• **What the task asks**: Repeat verbatim, and only, the lines of the data below, beginning at the line that contains "5, points: 6" and stopping after the line that contains "const rendered = spec.series.map((s, i)".
___ Provided material
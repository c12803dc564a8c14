import { scaleLinear, scaleLog, line as d3line, type ScaleContinuousNumeric } from "d3";
import type { PlotSpec, Series, Axis } from "../../checks/plotSpec.ts";
import { escapeHtml } from "../escape.ts";
import { DASHES, MARKERS, PALETTE } from "./palette.ts";

const W = 640;
const H = 400;
const M = { top: 16, right: 20, bottom: 56, left: 78 };
const PW = W - M.left - M.right;
const PH = H - M.top - M.bottom;

type Scale = ScaleContinuousNumeric<number, number>;

function finite(values: number[]): number[] {
  return values.filter((v) => Number.isFinite(v));
}

/** Data extent of one axis over all series, error bars and bands included. */
function extent(spec: PlotSpec, axis: "x" | "y"): [number, number] {
  const fixed = spec[axis].domain;
  if (fixed) return fixed;
  const vals: number[] = [];
  for (const s of spec.series) {
    switch (s.type) {
      case "points": {
        const v = axis === "x" ? s.x : s.y;
        const err = axis === "x" ? s.xErr : s.yErr;
        const lo = axis === "y" ? s.yErrLow ?? err : err;
        const hi = axis === "y" ? s.yErrHigh ?? err : err;
        v.forEach((c, i) => {
          vals.push(c);
          if (lo) vals.push(c - (lo[i] ?? 0));
          if (hi) vals.push(c + (hi[i] ?? 0));
        });
        break;
      }
      case "line":
        vals.push(...(axis === "x" ? s.x : s.y));
        break;
      case "band":
        if (axis === "x") vals.push(...s.x);
        else vals.push(...s.lower, ...s.upper);
        break;
      case "bars":
        if (axis === "x") vals.push(...s.x0, ...s.x1);
        else vals.push(...s.y, ...(spec.y.scale === "log" ? [] : [0]));
        break;
      case "span":
        if (axis === "x") vals.push(s.from, s.to);
        break;
      case "rule":
        if (s.axis === axis) vals.push(s.value);
        break;
      case "heatmap":
        vals.push(...(axis === "x" ? s.xEdges : s.yEdges));
        break;
    }
  }
  const usable = finite(spec[axis].scale === "log" ? vals.filter((v) => v > 0) : vals);
  if (usable.length === 0) return spec[axis].scale === "log" ? [1, 10] : [0, 1];
  let lo = Math.min(...usable);
  let hi = Math.max(...usable);
  if (lo === hi) {
    const pad = lo === 0 ? 1 : Math.abs(lo) * 0.1;
    lo -= pad;
    hi += pad;
  }
  return [lo, hi];
}

function scaleFor(axis: Axis, domain: [number, number], range: [number, number]): Scale {
  if (axis.scale === "log") return scaleLog().domain(domain).range(range).nice().clamp(true) as Scale;
  return scaleLinear().domain(domain).range(range).nice() as Scale;
}

function tickLabel(v: number): string {
  if (v === 0) return "0";
  const a = Math.abs(v);
  if (a >= 1e-3 && a < 1e5) return String(Number(v.toPrecision(6)));
  return v.toExponential().replace(/\.?0+e/, "e").replace("e+", "e");
}

function axisTitle(a: Axis): string {
  return a.unit ? `${a.label} (${a.unit})` : a.label;
}

function marker(kind: (typeof MARKERS)[number], x: number, y: number, color: string): string {
  const r = 3.6;
  switch (kind) {
    case "circle":
      return `<circle cx="${x.toFixed(2)}" cy="${y.toFixed(2)}" r="${r}" fill="${color}"/>`;
    case "square":
      return `<rect x="${(x - r).toFixed(2)}" y="${(y - r).toFixed(2)}" width="${2 * r}" height="${2 * r}" fill="${color}"/>`;
    case "triangle":
      return `<path d="M${x.toFixed(2)},${(y - r * 1.2).toFixed(2)}l${r * 1.1},${r * 2}h${-r * 2.2}z" fill="${color}"/>`;
    case "diamond":
      return `<path d="M${x.toFixed(2)},${(y - r * 1.3).toFixed(2)}l${r * 1.3},${r * 1.3}l${-r * 1.3},${r * 1.3}l${-r * 1.3},${-r * 1.3}z" fill="${color}"/>`;
    case "cross":
      return `<path d="M${(x - r).toFixed(2)},${(y - r).toFixed(2)}l${2 * r},${2 * r}m0,${-2 * r}l${-2 * r},${2 * r}" stroke="${color}" stroke-width="1.6"/>`;
  }
}

/** Render one series; returns its SVG and the legend swatch. */
function renderSeries(s: Series, index: number, x: Scale, y: Scale): { body: string; swatch: string } {
  const color = PALETTE[index % PALETTE.length];
  const mk = MARKERS[index % MARKERS.length];
  const X = (v: number) => x(v);
  const Y = (v: number) => y(v);
  switch (s.type) {
    case "points": {
      const parts: string[] = [];
      s.x.forEach((xv, i) => {
        const yv = s.y[i];
        if (!Number.isFinite(xv) || !Number.isFinite(yv)) return;
        const lo = s.yErrLow?.[i] ?? s.yErr?.[i];
        const hi = s.yErrHigh?.[i] ?? s.yErr?.[i];
        if (lo !== undefined && hi !== undefined && Number.isFinite(lo) && Number.isFinite(hi)) {
          parts.push(`<path class="err" d="M${X(xv).toFixed(2)},${Y(yv - lo).toFixed(2)}V${Y(yv + hi).toFixed(2)}" stroke="${color}"/>`);
        }
        const xe = s.xErr?.[i];
        if (xe !== undefined && Number.isFinite(xe)) {
          parts.push(`<path class="err" d="M${X(xv - xe).toFixed(2)},${Y(yv).toFixed(2)}H${X(xv + xe).toFixed(2)}" stroke="${color}"/>`);
        }
        parts.push(marker(mk, X(xv), Y(yv), color));
      });
      return { body: `<g class="series points" data-series="${escapeHtml(s.name)}">${parts.join("")}</g>`, swatch: marker(mk, 8, 0, color) };
    }
    case "line": {
      const pts = s.x.map((xv, i) => [xv, s.y[i]] as [number, number]).filter(([a, b]) => Number.isFinite(a) && Number.isFinite(b));
      const d = d3line()
        .x((p) => X(p[0]))
        .y((p) => Y(p[1]))(pts);
      const dash = DASHES[s.style ?? "solid"];
      return {
        body: `<path class="series line" data-series="${escapeHtml(s.name)}" d="${d ?? ""}" fill="none" stroke="${color}" stroke-width="1.8"${dash ? ` stroke-dasharray="${dash}"` : ""}/>`,
        swatch: `<path d="M0,0H16" stroke="${color}" stroke-width="1.8"${dash ? ` stroke-dasharray="${dash}"` : ""}/>`,
      };
    }
    case "band": {
      const upper = s.x.map((xv, i) => `${X(xv).toFixed(2)},${Y(s.upper[i]).toFixed(2)}`);
      const lower = s.x.map((xv, i) => `${X(xv).toFixed(2)},${Y(s.lower[i]).toFixed(2)}`).reverse();
      return {
        body: `<path class="series band" data-series="${escapeHtml(s.name)}" d="M${upper.join("L")}L${lower.join("L")}Z" fill="${color}" fill-opacity="0.18" stroke="none"/>`,
        swatch: `<rect x="0" y="-5" width="16" height="10" fill="${color}" fill-opacity="0.25"/>`,
      };
    }
    case "bars": {
      const base = y.domain()[0] > 0 ? y.range()[0] : Y(0);
      const rects = s.x0
        .map((a, i) => {
          const h = s.y[i];
          if (!Number.isFinite(h) || h <= 0 && y.domain()[0] > 0) return "";
          const top = Y(h);
          return `<rect x="${X(a).toFixed(2)}" y="${Math.min(top, base).toFixed(2)}" width="${Math.max(0.5, X(s.x1[i]) - X(a)).toFixed(2)}" height="${Math.abs(base - top).toFixed(2)}"/>`;
        })
        .join("");
      return {
        body: `<g class="series bars" data-series="${escapeHtml(s.name)}" fill="${color}" fill-opacity="0.55" stroke="${color}" stroke-width="0.6">${rects}</g>`,
        swatch: `<rect x="0" y="-5" width="16" height="10" fill="${color}" fill-opacity="0.55" stroke="${color}"/>`,
      };
    }
    case "span":
      return {
        body: `<rect class="series span" data-series="${escapeHtml(s.name)}" x="${X(s.from).toFixed(2)}" y="0" width="${Math.max(0, X(s.to) - X(s.from)).toFixed(2)}" height="${PH}" fill="${color}" fill-opacity="0.12"/>`,
        swatch: `<rect x="0" y="-5" width="16" height="10" fill="${color}" fill-opacity="0.2"/>`,
      };
    case "rule": {
      const dash = DASHES[s.style ?? "dashed"];
      const d = s.axis === "x" ? `M${X(s.value).toFixed(2)},0V${PH}` : `M0,${Y(s.value).toFixed(2)}H${PW}`;
      return {
        body: `<path class="series rule" data-series="${escapeHtml(s.name)}" d="${d}" stroke="${color}" stroke-width="1.4"${dash ? ` stroke-dasharray="${dash}"` : ""}/>`,
        swatch: `<path d="M0,0H16" stroke="${color}" stroke-width="1.4"${dash ? ` stroke-dasharray="${dash}"` : ""}/>`,
      };
    }
    case "heatmap": {
      const max = Math.max(1e-300, ...s.counts.flat());
      const cells: string[] = [];
      s.counts.forEach((row, j) =>
        row.forEach((c, i) => {
          if (!(c > 0)) return;
          const x0 = X(s.xEdges[i]);
          const x1 = X(s.xEdges[i + 1]);
          const y0 = Y(s.yEdges[j + 1]);
          const y1 = Y(s.yEdges[j]);
          // Logarithmic shading: rare cells stay visible next to the peak.
          const shade = 0.12 + 0.88 * (Math.log1p(c) / Math.log1p(max));
          cells.push(`<rect x="${x0.toFixed(2)}" y="${y0.toFixed(2)}" width="${Math.max(0.5, x1 - x0).toFixed(2)}" height="${Math.max(0.5, y1 - y0).toFixed(2)}" fill-opacity="${shade.toFixed(3)}"/>`);
        }),
      );
      return {
        body: `<g class="series heatmap" data-series="${escapeHtml(s.name)}" fill="${color}">${cells.join("")}</g>`,
        swatch: `<rect x="0" y="-5" width="16" height="10" fill="${color}" fill-opacity="0.6"/>`,
      };
    }
  }
}

let plotCounter = 0;

/**
 * Draw a plot spec as a self-contained SVG string (d3 scales and shapes, markup
 * written directly: no DOM needed at build time). The SVG carries a title and a
 * description for screen readers; all text from specs is escaped.
 */
export function renderPlot(spec: PlotSpec, idPrefix = ""): string {
  const uid = `${idPrefix}${spec.id}-${++plotCounter}`.replace(/[^A-Za-z0-9_-]/g, "-");
  const x = scaleFor(spec.x, extent(spec, "x"), [0, PW]);
  const y = scaleFor(spec.y, extent(spec, "y"), [PH, 0]);
  const xTicks = x.ticks(spec.x.scale === "log" ? 6 : 7);
  const yTicks = y.ticks(spec.y.scale === "log" ? 6 : 6);
  const grid = [
    ...yTicks.map((t) => `<path d="M0,${y(t).toFixed(2)}H${PW}"/>`),
    ...xTicks.map((t) => `<path d="M${x(t).toFixed(2)},0V${PH}"/>`),
  ].join("");
  const xAxis = xTicks
    .map((t) => `<g transform="translate(${x(t).toFixed(2)},${PH})"><path d="M0,0V5"/><text y="18" text-anchor="middle" stroke="none">${escapeHtml(tickLabel(t))}</text></g>`)
    .join("");
  const yAxis = yTicks
    .map((t) => `<g transform="translate(0,${y(t).toFixed(2)})"><path d="M-5,0H0"/><text x="-8" dy="0.32em" text-anchor="end" stroke="none">${escapeHtml(tickLabel(t))}</text></g>`)
    .join("");
  // Draw areas first, then lines and markers on top.
  const order: Record<Series["type"], number> = { span: 0, heatmap: 1, band: 2, bars: 3, rule: 4, line: 5, points: 6 };
  const rendered = spec.series.map((s, i) => ({ s, i, r: renderSeries(s, i, x, y) }));
  const body = [...rendered].sort((a, b) => order[a.s.type] - order[b.s.type]).map((e) => e.r.body).join("");
  const legend = rendered
    .map((e, k) => `<g transform="translate(0,${k * 17})">${e.r.swatch}<text x="22" dy="0.32em">${escapeHtml(e.s.name)}</text></g>`)
    .join("");
  return [
    `<svg xmlns="http://www.w3.org/2000/svg" class="plot" viewBox="0 0 ${W} ${H + rendered.length * 17 + 8}" role="img" aria-labelledby="${uid}-title ${uid}-desc" font-family="inherit" font-size="12">`,
    `<title id="${uid}-title">${escapeHtml(spec.title)}</title>`,
    `<desc id="${uid}-desc">${escapeHtml(spec.alt)}</desc>`,
    `<defs><clipPath id="${uid}-clip"><rect width="${PW}" height="${PH}"/></clipPath></defs>`,
    `<g transform="translate(${M.left},${M.top})">`,
    `<g class="grid" stroke="currentColor" stroke-opacity="0.1">${grid}</g>`,
    `<g clip-path="url(#${uid}-clip)">${body}</g>`,
    `<rect class="frame" width="${PW}" height="${PH}" fill="none" stroke="currentColor" stroke-opacity="0.6"/>`,
    `<g class="axis x" stroke="currentColor" fill="currentColor">${xAxis}</g>`,
    `<g class="axis y" stroke="currentColor" fill="currentColor">${yAxis}</g>`,
    `<text class="axis-title" x="${PW / 2}" y="${PH + 42}" text-anchor="middle" fill="currentColor">${escapeHtml(axisTitle(spec.x))}</text>`,
    `<text class="axis-title" transform="translate(${-M.left + 16},${PH / 2}) rotate(-90)" text-anchor="middle" fill="currentColor">${escapeHtml(axisTitle(spec.y))}</text>`,
    `</g>`,
    `<g class="legend" transform="translate(${M.left},${H + 4})" fill="currentColor">${legend}</g>`,
    `</svg>`,
  ].join("");
}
______
• **Task result**:
  const order: Record<Series["type"], number> = { span: 0, heatmap: 1, band: 2, bars: 3, rule: 4, line: 5, points: 6 };
  const rendered = spec.series.map((s, i) => ({ s, i, r: renderSeries(s, i, x, y) }));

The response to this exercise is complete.